#### THE RECORDS
import { nodeName, pointName } from '../document/points'
import type { Reading, ReadingValue } from '../document/reading-schema'
import type { Circuit } from '../document/circuit-schema'
import { siteName } from '../document/sites'
import { noAlteration } from '../solver/alteration'
import { Case } from '../solver/case'
import { readMeter } from '../solver/meter'
import type { ReadingAnswer } from './answer'
import type { Evidence } from './evidence'
import type { FaultModel } from './fault-model'
import { isAboveSources } from './misfit'

/** Each reading beside what the good circuit would show, with a sentence. */
export function judgeReadings(
  model: FaultModel,
  readings: readonly Reading[],
  evidence: Evidence,
): ReadingAnswer[] {
  return readings.map((reading, r) => {
    const settled = new Case(model.study(reading), noAlteration)
    const point = settled.settle(0)
    const expected = point ? readMeter(settled, point, reading) : null
    const agrees = evidence.good.fits[r]!.size > 0
    return { id: reading.id, expected, agrees, says: sentence(model, reading, expected, agrees) }
  })
}

function sentence(
  model: FaultModel,
  reading: Reading,
  expected: ReadingValue | null,
  agrees: boolean,
): string {
  const { circuit } = model
  const place = readingPlace(circuit, reading)
  const shown = valueWords(reading.kind, reading.value)
  if (isAboveSources(model, reading))
    return `${place}: ${shown} is above any source of this circuit. Check the leads and the range.`
  if (expected === null)
    return `${place}: ${shown}. The good circuit does not come to rest in this condition, so nothing follows.`
  const good = valueWords(reading.kind, expected)
  if (agrees) return `${place}: ${shown}, as in a good circuit (${good}).`
  if (reading.kind === 'works')
    return reading.value
      ? `${place}: works, though it should not.`
      : `${place}: does not work, though it should.`
  if (reading.kind === 'volts' && typeof reading.value === 'number' && typeof expected === 'number') {
    const [is, should] = [Math.abs(reading.value), Math.abs(expected)]
    if (is < 0.1 && should > 1)
      return `${place}: ${shown}, a good circuit has ${good}. No feed gets here, or it is held to ground.`
    if (is < should)
      return `${place}: ${shown}, a good circuit has ${good}. ${valueWords('volts', should - is)} is lost on the way.`
    return `${place}: ${shown}, a good circuit has ${good}. The way to ground is poor, or a supply gets in.`
  }
  if (reading.kind === 'ohms') {
    const more =
      reading.value === 'OL' ||
      (typeof reading.value === 'number' && typeof expected === 'number' && reading.value > expected)
    return `${place}: ${shown}, a good circuit has ${good}. ${more ? 'The way is open or poor.' : 'Something joins what should be apart.'}`
  }
  return `${place}: ${shown}, a good circuit has ${good}.`
}

/** Where a reading was taken, place first. */
export function readingPlace(circuit: Circuit, reading: Reading): string {
  switch (reading.kind) {
    case 'volts':
    case 'ohms':
      return reading.black === 'chassis'
        ? pointName(circuit, reading.red)
        : `${pointName(circuit, reading.red)} to ${pointName(circuit, reading.black)}`
    case 'amps':
      return siteName(circuit, `wire:${reading.wire}`)
    case 'works': {
      const node = circuit.nodes.find((n) => n.id === reading.node)
      return node ? nodeName(node) : reading.node
    }
    case 'sees':
      return pointName(circuit, reading.pin)
  }
}

/** "12.57 V", "OL", "4.70 kohm", "works", "high". */
export function valueWords(kind: Reading['kind'], value: ReadingValue): string {
  if (typeof value === 'boolean') return value ? 'works' : 'does not work'
  if (typeof value === 'string') return value
  if (kind === 'ohms') {
    if (value >= 1e6) return `${(value / 1e6).toFixed(2)} Mohm`
    if (value >= 1e3) return `${(value / 1e3).toFixed(2)} kohm`
    return `${value.toFixed(value < 100 ? 1 : 0)} ohm`
  }
  return `${value.toFixed(2)} ${kind === 'amps' ? 'A' : 'V'}`
}
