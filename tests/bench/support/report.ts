import { appendFileSync } from 'node:fs'
import { textArgument } from './arguments'

/** One goal with the figure that was measured. */
export interface Row {
  what: string
  goal: string
  figure: string
  /** Null where there is no goal, only a figure. */
  met: boolean | null
  /** How the figure was come by: counts, seeds. */
  how?: string
}

/**
 * Prints goal beside figure and names what falls short. With `--rows <file>` the rows are appended
 * to that file as well, one JSON a line, for the table of the whole run.
 */
export function report(title: string, rows: readonly Row[]): void {
  const widths = [0, 0, 0]
  for (const row of rows)
    [row.what, row.goal, row.figure].forEach((cell, i) => {
      widths[i] = Math.max(widths[i]!, cell.length)
    })
  console.log(`\n${title}`)
  for (const row of rows) {
    const cells = [row.what, row.goal, row.figure].map((cell, i) => cell.padEnd(widths[i]!))
    console.log(`  ${markOf(row)} ${cells.join('  ')}${row.how ? `  (${row.how})` : ''}`)
  }
  const short = rows.filter((row) => row.met === false)
  console.log(
    short.length === 0
      ? '  Nothing falls short.'
      : `  Falls short: ${short.map((row) => `${row.what} (${row.figure}, goal ${row.goal})`).join('; ')}.`,
  )
  const file = textArgument('rows')
  if (file !== undefined)
    appendFileSync(file, rows.map((row) => `${JSON.stringify({ title, ...row })}\n`).join(''))
}

function markOf({ met }: Row): string {
  return met === null ? '·' : met ? '✓' : '✗'
}
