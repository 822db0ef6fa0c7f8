import type { Reading } from '../document/reading-schema'
import { ohmmeterLimitOhms } from '../solver/constants'
import type { ScaleRange } from './battery-range'
import { loadThreshold, type ReadingScope } from './reading-scope'
import type { Prediction } from './prediction'
import type { CellPrediction } from './prediction-table'

/** Values of the quantity itself that a reading allows, its accuracy taken as a limit. Several: any of them. */
export type Windows = readonly { low: number; high: number }[]

/** Rounding in the arithmetic must never decide: volt, ohm and ampere. */
const hair = 1e-6

export function windowsOf(reading: Reading, scope: ReadingScope): Windows {
  switch (reading.kind) {
    case 'works': {
      const threshold = loadThreshold(scope, reading.node)
      return reading.value
        ? [
            { low: threshold - hair, high: Infinity },
            { low: -Infinity, high: hair - threshold },
          ]
        : [{ low: -threshold - hair, high: threshold + hair }]
    }
    case 'sees': {
      const { threshold } = scope.network.inputs.find((input) => input.point === reading.pin)!
      return reading.value === 'high'
        ? [{ low: threshold - hair, high: Infinity }]
        : [{ low: -Infinity, high: threshold + hair }]
    }
    default: {
      const { percent, floor } = accuracyOf(reading)
      if (reading.value === 'OL')
        return reading.kind === 'ohms'
          ? [{ low: (ohmmeterLimitOhms - floor) * (1 - percent / 100), high: Infinity }]
          : []
      // The limit is a part of the true value or of the shown one: the wider of the two.
      const margin = ((percent / 100) * Math.abs(reading.value) + floor) / (1 - percent / 100) + hair
      return [{ low: reading.value - margin, high: reading.value + margin }]
    }
  }
}

/** Limits of the meter in use, percent of the value and a floor in the reading's own unit. */
export function accuracyOf(reading: Reading): { percent: number; floor: number } {
  if (reading.accuracy) return reading.accuracy
  switch (reading.kind) {
    case 'ohms':
      return { percent: 0.5, floor: 0.2 }
    case 'amps':
      return { percent: 2, floor: 0.05 }
    default:
      return { percent: 0.5, floor: 0.02 }
  }
}

/** Battery scales that fit a reading, by the state the parts are in; a state that never fits is left out. */
export type Fits = ReadonlyMap<string, ScaleRange>

/** Key for a circuit that may be in any state at all. */
export const anyState = 'any'

/**
 * Battery scales at which a cell may give the reading, for each state its parts may be in. Ranges
 * are only ever widened, so a fault that fits is never excluded: for a fixed battery, fixed parts
 * and a fixed state a reading is monotone in the severity, hence lies between the cell's ends, each
 * within its reach.
 */
export function scalesThatFit(cell: CellPrediction, windows: Windows, range: ScaleRange): Fits {
  if (cell.bounds === null) return new Map([[anyState, range]])
  const fits = new Map<string, ScaleRange>()
  for (const [state, bounds] of cell.bounds) {
    const found = bounds.some((prediction) => prediction.live) ? range : scalesBetween(bounds, windows, range)
    if (found) fits.set(state, found)
  }
  return fits
}

function scalesBetween(
  bounds: readonly Prediction[],
  windows: Windows,
  range: ScaleRange,
): ScaleRange | null {
  let found: ScaleRange | null = null
  for (const window of windows) {
    // Some bound must reach down to the window's top, and some bound up to its foot.
    const below = widest(bounds, (p) =>
      half(p.battery - p.reachBattery, p.fixed - p.reachFixed, window.high, range),
    )
    const above = widest(bounds, (p) =>
      half(-p.battery - p.reachBattery, -p.fixed - p.reachFixed, -window.low, range),
    )
    found = hull(found, below && above && overlap(below, above))
  }
  return found
}

/** The smallest range that holds both; null stands for none. */
export function hull(a: ScaleRange | null, b: ScaleRange | null): ScaleRange | null {
  return a && b ? { low: Math.min(a.low, b.low), high: Math.max(a.high, b.high) } : (a ?? b)
}

/** Scales s in the range with s·slope + start ≤ limit. */
function half(slope: number, start: number, limit: number, range: ScaleRange): ScaleRange | null {
  if (limit === Infinity) return range
  const room = limit - start
  if (Math.abs(slope) < 1e-15) return room >= 0 ? range : null
  const edge = room / slope
  const found =
    slope > 0
      ? { low: range.low, high: Math.min(range.high, edge) }
      : { low: Math.max(range.low, edge), high: range.high }
  return found.low <= found.high + 1e-12 ? found : null
}

function widest(
  bounds: readonly Prediction[],
  rangeOf: (p: Prediction) => ScaleRange | null,
): ScaleRange | null {
  let found: ScaleRange | null = null
  for (const prediction of bounds) found = hull(found, rangeOf(prediction))
  return found
}

export function overlap(a: ScaleRange, b: ScaleRange): ScaleRange | null {
  const low = Math.max(a.low, b.low)
  const high = Math.min(a.high, b.high)
  return low <= high + 1e-12 ? { low, high } : null
}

#### TASK TO CARRY OUT
Look through the material for "document". Copy each line that has it.

#### EXERCISE RESPONSE
import { nodeName, pointName } from '../document/points'
import type { Reading, ReadingValue } from '../document/reading-schema'
import type { Circuit } from '../document/circuit-schema'
import { siteName } from '../document/sites'
import type { Reading } from '../document/reading-schema'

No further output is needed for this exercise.